> _Required work_: Retype every entry below without any change.

> _Records_:
"""The energies that a chain's own terms, and couplings in general, can give to two neighbouring cuts.

A table of energies E(a, b) is known up to a constant and up to a gauge g(b) − g(a), which
cancels along a chain. What a chain can write with its own parameters, and what it cannot,
is a matter of linear algebra on such tables.
"""

from __future__ import annotations

import itertools
from collections.abc import Iterator, Mapping, Sequence
from dataclasses import dataclass
from fractions import Fraction
from functools import cached_property
from typing import Any

import numpy as np

from ...assemble.window import ChainWindow, Degeneracy
from ...declare.chain import Chain
from ...declare.terms import Term
from ...operators.elimination import align
from ...tabulate.affine import affine_table
from .nodes import refuse_nodes

__all__ = ["Cuts", "OwnTerms", "own_terms"]

#: States of the cut up to which couplings beyond the chain's own are named.
_NAMED = 16


@dataclass(frozen=True, eq=False)
class Cuts:
    """Two cuts that share no site, some cells apart, and the names of their sites.

    Attributes
    ----------
    window : ChainWindow
        The window between neighbouring cuts.
    steps : int
        Fewest cells between two cuts without a common site.
    """

    window: ChainWindow
    steps: int

    @classmethod
    def of(cls, window: ChainWindow) -> Cuts:
        """Find how far cuts have to be apart; nodes of continuous variables are refused."""
        refuse_nodes(window)
        cells = [cell for _, cell in window.left]
        reach = max(cells) - min(cells) + 1 if cells else 1
        apart = (s for s in range(1, reach + 1) if not {*window.left} & {(k, c + s) for k, c in window.left})
        return cls(window, next(apart))

    @property
    def right(self) -> tuple[Any, ...]:
        """The cut to the right of `ChainWindow.left` that shares no site with it."""
        return tuple((kind, cell + self.steps) for kind, cell in self.window.left)

    @cached_property
    def names(self) -> tuple[str, ...]:
        """Names of the sites of a cut: their kinds, with numbers where a kind occurs twice."""
        kinds = [kind for kind, _ in self.window.left]
        return tuple(kind if kinds.count(kind) == 1 else f"{kind}{cell}" for kind, cell in self.window.left)

    @cached_property
    def values(self) -> list[tuple[Any, ...]]:
        """States of a cut, as values of its sites."""
        cell = self.window.chain.cell
        return [
            tuple(cell[kind].values[i] for (kind, _), i in zip(self.window.left, state, strict=True))
            for state in self.window.left_states
        ]

    @cached_property
    def labels(self) -> list[str]:
        """States of a cut, in words."""
        cell = self.window.chain.cell
        return [
            ",".join(cell[kind].labels[i] for (kind, _), i in zip(self.window.left, state, strict=True))
            for state in self.window.left_states
        ]

    @property
    def summed(self) -> int:
        """Sites of a window that lie in neither cut, for cuts ``steps`` cells apart."""
        return self.steps * len(self.window.chain.cell) - len(self.window.left)

    def couplings(self) -> Iterator[tuple[str, np.ndarray]]:
        """Yield tables that together span everything, the simplest first, with their names.

        Products of powers of the states where those are spins or occupations, else indicators of
        pairs: ``[a|b]`` is 1 where two neighbours are in states a and b, in either order.
        """
        n = len(self.values)
        if n > _NAMED:
            return
        if not self._like_spins:
            couples = itertools.combinations_with_replacement(range(n), 2)
            for a, b in sorted(couples, key=lambda couple: couple[0] == couple[1]):
                name, table = self.indicator(a, b)
                yield name, np.maximum(table, table.T)
            for a, b in itertools.combinations(range(n), 2):
                (name, table), (other, _) = self.indicator(a, b), self.indicator(b, a)
                yield f"{name} - {other}", table - table.T
            return
        numbers = np.array([[float(v) for v in state] for state in self.values])
        sizes = [len(set(column)) for column in numbers.T]
        powers = sorted(itertools.product(*(range(q) for q in sizes)), key=lambda p: (sum(p), p[::-1]))
        columns = {p: np.prod(numbers ** np.array(p), axis=1) for p in powers}
        pairs = sorted(itertools.combinations_with_replacement(powers, 2), key=lambda pair: sum(map(sum, pair)))
        for p, q in pairs:
            table = np.outer(columns[q], columns[p])
            if p == q:
                yield self._monomial(q, p), table
            elif any(p):
                yield f"{self._monomial(q, p)} + {self._monomial(p, q)}", table + table.T
            else:
                yield self._monomial(q, p), table
        for p, q in pairs:
            if p != q and any(p):
                table = np.outer(columns[q], columns[p])
                yield f"{self._monomial(q, p)} - {self._monomial(p, q)}", table - table.T

    @property
    def numeric(self) -> bool:
        """Whether every state is a number."""
        return all(isinstance(v, (int, Fraction)) for state in self.values for v in state)

    @property
    def _like_spins(self) -> bool:
        # Powers of a colour or of a position on a clock mean nothing.
        columns = [set(column) for column in zip(*self.values, strict=True)] if self.numeric else []
        return bool(columns) and all(column in ({0, 1}, {-v for v in column}) for column in columns)

    def indicator(self, a: int, b: int) -> tuple[str, np.ndarray]:
        """Return the table that is 1 at one pair of states, with its name."""
        table = np.zeros((len(self.values), len(self.values)))
        table[a, b] = 1
        return f"[{self.labels[a]}|{self.labels[b]}]", table

    def _monomial(self, left: Sequence[int], right: Sequence[int]) -> str:
        names = [*self.names, *(name + "'" for name in self.names)]
        parts = [name if p == 1 else f"{name}**{p}" for name, p in zip(names, (*left, *right), strict=True) if p]
        return "*".join(parts) or "1"


@dataclass(frozen=True, eq=False)
class OwnTerms:
    """What a chain's terms add up to between two cuts: constant + Σ slope · parameter.

    Attributes
    ----------
    constant : ndarray, shape (n, n)
        Part without parameters; inf where a pair is forbidden.
    log : ndarray, shape (n, n)
        Logarithm of state weights.
    slopes : dict
        Parameter to table.
    """

    constant: np.ndarray
    log: np.ndarray
    slopes: Mapping[str, np.ndarray]


def own_terms(chain: Chain, cuts: Cuts) -> OwnTerms | str:
    """Return the terms of a chain as linear forms over two cuts, or why there are none."""
    if cuts.summed:
        return "other sites lie between the cuts of this chain, so that it has no terms of its own from cut to cut"
    n = len(cuts.values)
    constant, log = np.zeros((n, n)), np.zeros((n, n))
    slopes: dict[str, np.ndarray] = {}
    for source, sites in _copies(cuts):
        if isinstance(source, Degeneracy):
            log = log + _spread(cuts, np.log(np.array(source.states.weights, dtype=np.float64)), sites)
        elif isinstance(source, Term):
            affine = None
            if source.role == "energy":
                affine = affine_table(source, [chain.cell[kind] for kind, _ in source.places if kind])
            if affine is None:
                return f"the term {source.label} is not a linear function of its parameters"
            constant = constant + _spread(cuts, affine.constant.astype(np.float64), sites)
            for name, slope in affine.slopes.items():
                slopes[name] = slopes.get(name, 0) + _spread(cuts, slope.astype(np.float64), sites)
    return OwnTerms(constant, log, {name: slopes[name] for name in chain.parameters if name in slopes})


def _copies(cuts: Cuts) -> Iterator[tuple[Any, tuple[Any, ...]]]:
    for step in range(cuts.steps):
        for factor in cuts.window.factors:
            yield factor.source, tuple((kind, cell + step) for kind, cell in factor.sites)


def _spread(cuts: Cuts, table: np.ndarray, sites: Sequence[Any]) -> np.ndarray:
    axes = (*cuts.window.left, *cuts.right)
    sizes = [len(cuts.window.chain.cell[kind]) for kind, _ in axes]
    full = np.broadcast_to(align(table, sites, axes), sizes)
    return full.reshape(len(cuts.values), len(cuts.values))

> _Reply_:
"""The energies that a chain's own terms, and couplings in general, can give to two neighbouring cuts.

A table of energies E(a, b) is known up to a constant and up to a gauge g(b) − g(a), which
cancels along a chain. What a chain can write with its own parameters, and what it cannot,
is a matter of linear algebra on such tables.
"""

from __future__ import annotations

import itertools
from collections.abc import Iterator, Mapping, Sequence
from dataclasses import dataclass
from fractions import Fraction
from functools import cached_property
from typing import Any

import numpy as np

from ...assemble.window import ChainWindow, Degeneracy
from ...declare.chain import Chain
from ...declare.terms import Term
from ...operators.elimination import align
from ...tabulate.affine import affine_table
from .nodes import refuse_nodes

__all__ = ["Cuts", "OwnTerms", "own_terms"]

#: States of the cut up to which couplings beyond the chain's own are named.
_NAMED = 16


@dataclass(frozen=True, eq=False)
class Cuts:
    """Two cuts that share no site, some cells apart, and the names of their sites.

    Attributes
    ----------
    window : ChainWindow
        The window between neighbouring cuts.
    steps : int
        Fewest cells between two cuts without a common site.
    """

    window: ChainWindow
    steps: int

    @classmethod
    def of(cls, window: ChainWindow) -> Cuts:
        """Find how far cuts have to be apart; nodes of continuous variables are refused."""
        refuse_nodes(window)
        cells = [cell for _, cell in window.left]
        reach = max(cells) - min(cells) + 1 if cells else 1
        apart = (s for s in range(1, reach + 1) if not {*window.left} & {(k, c + s) for k, c in window.left})
        return cls(window, next(apart))

    @property
    def right(self) -> tuple[Any, ...]:
        """The cut to the right of `ChainWindow.left` that shares no site with it."""
        return tuple((kind, cell + self.steps) for kind, cell in self.window.left)

    @cached_property
    def names(self) -> tuple[str, ...]:
        """Names of the sites of a cut: their kinds, with numbers where a kind occurs twice."""
        kinds = [kind for kind, _ in self.window.left]
        return tuple(kind if kinds.count(kind) == 1 else f"{kind}{cell}" for kind, cell in self.window.left)

    @cached_property
    def values(self) -> list[tuple[Any, ...]]:
        """States of a cut, as values of its sites."""
        cell = self.window.chain.cell
        return [
            tuple(cell[kind].values[i] for (kind, _), i in zip(self.window.left, state, strict=True))
            for state in self.window.left_states
        ]

    @cached_property
    def labels(self) -> list[str]:
        """States of a cut, in words."""
        cell = self.window.chain.cell
        return [
            ",".join(cell[kind].labels[i] for (kind, _), i in zip(self.window.left, state, strict=True))
            for state in self.window.left_states
        ]

    @property
    def summed(self) -> int:
        """Sites of a window that lie in neither cut, for cuts ``steps`` cells apart."""
        return self.steps * len(self.window.chain.cell) - len(self.window.left)

    def couplings(self) -> Iterator[tuple[str, np.ndarray]]:
        """Yield tables that together span everything, the simplest first, with their names.

        Products of powers of the states where those are spins or occupations, else indicators of
        pairs: ``[a|b]`` is 1 where two neighbours are in states a and b, in either order.
        """
        n = len(self.values)
        if n > _NAMED:
            return
        if not self._like_spins:
            couples = itertools.combinations_with_replacement(range(n), 2)
            for a, b in sorted(couples, key=lambda couple: couple[0] == couple[1]):
                name, table = self.indicator(a, b)
                yield name, np.maximum(table, table.T)
            for a, b in itertools.combinations(range(n), 2):
                (name, table), (other, _) = self.indicator(a, b), self.indicator(b, a)
                yield f"{name} - {other}", table - table.T
            return
        numbers = np.array([[float(v) for v in state] for state in self.values])
        sizes = [len(set(column)) for column in numbers.T]
        powers = sorted(itertools.product(*(range(q) for q in sizes)), key=lambda p: (sum(p), p[::-1]))
        columns = {p: np.prod(numbers ** np.array(p), axis=1) for p in powers}
        pairs = sorted(itertools.combinations_with_replacement(powers, 2), key=lambda pair: sum(map(sum, pair)))
        for p, q in pairs:
            table = np.outer(columns[q], columns[p])
            if p == q:
                yield self._monomial(q, p), table
            elif any(p):
                yield f"{self._monomial(q, p)} + {self._monomial(p, q)}", table + table.T
            else:
                yield self._monomial(q, p), table
        for p, q in pairs:
            if p != q and any(p):
                table = np.outer(columns[q], columns[p])
                yield f"{self._monomial(q, p)} - {self._monomial(p, q)}", table - table.T

    @property
    def numeric(self) -> bool:
        """Whether every state is a number."""
        return all(isinstance(v, (int, Fraction)) for state in self.values for v in state)

    @property
    def _like_spins(self) -> bool:
        # Powers of a colour or of a position on a clock mean nothing.
        columns = [set(column) for column in zip(*self.values, strict=True)] if self.numeric else []
        return bool(columns) and all(column in ({0, 1}, {-v for v in column}) for column in columns)

    def indicator(self, a: int, b: int) -> tuple[str, np.ndarray]:
        """Return the table that is 1 at one pair of states, with its name."""
        table = np.zeros((len(self.values), len(self.values)))
        table[a, b] = 1
        return f"[{self.labels[a]}|{self.labels[b]}]", table

    def _monomial(self, left: Sequence[int], right: Sequence[int]) -> str:
        names = [*self.names, *(name + "'" for name in self.names)]
        parts = [name if p == 1 else f"{name}**{p}" for name, p in zip(names, (*left, *right), strict=True) if p]
        return "*".join(parts) or "1"


@dataclass(frozen=True, eq=False)
class OwnTerms:
    """What a chain's terms add up to between two cuts: constant + Σ slope · parameter.

    Attributes
    ----------
    constant : ndarray, shape (n, n)
        Part without parameters; inf where a pair is forbidden.
    log : ndarray, shape (n, n)
        Logarithm of state weights.
    slopes : dict
        Parameter to table.
    """

    constant: np.ndarray
    log: np.ndarray
    slopes: Mapping[str, np.ndarray]


def own_terms(chain: Chain, cuts: Cuts) -> OwnTerms | str:
    """Return the terms of a chain as linear forms over two cuts, or why there are none."""
    if cuts.summed:
        return "other sites lie between the cuts of this chain, so that it has no terms of its own from cut to cut"
    n = len(cuts.values)
    constant, log = np.zeros((n, n)), np.zeros((n, n))
    slopes: dict[str, np.ndarray] = {}
    for source, sites in _copies(cuts):
        if isinstance(source, Degeneracy):
            log = log + _spread(cuts, np.log(np.array(source.states.weights, dtype=np.float64)), sites)
        elif isinstance(source, Term):
            affine = None
            if source.role == "energy":
                affine = affine_table(source, [chain.cell[kind] for kind, _ in source.places if kind])
            if affine is None:
                return f"the term {source.label} is not a linear function of its parameters"
            constant = constant + _spread(cuts, affine.constant.astype(np.float64), sites)
            for name, slope in affine.slopes.items():
                slopes[name] = slopes.get(name, 0) + _spread(cuts, slope.astype(np.float64), sites)
    return OwnTerms(constant, log, {name: slopes[name] for name in chain.parameters if name in slopes})


def _copies(cuts: Cuts) -> Iterator[tuple[Any, tuple[Any, ...]]]:
    for step in range(cuts.steps):
        for factor in cuts.window.factors:
            yield factor.source, tuple((kind, cell + step) for kind, cell in factor.sites)


def _spread(cuts: Cuts, table: np.ndarray, sites: Sequence[Any]) -> np.ndarray:
    axes = (*cuts.window.left, *cuts.right)
    sizes = [len(cuts.window.chain.cell[kind]) for kind, _ in axes]
    full = np.broadcast_to(align(table, sites, axes), sizes)
    return full.reshape(len(cuts.values), len(cuts.values))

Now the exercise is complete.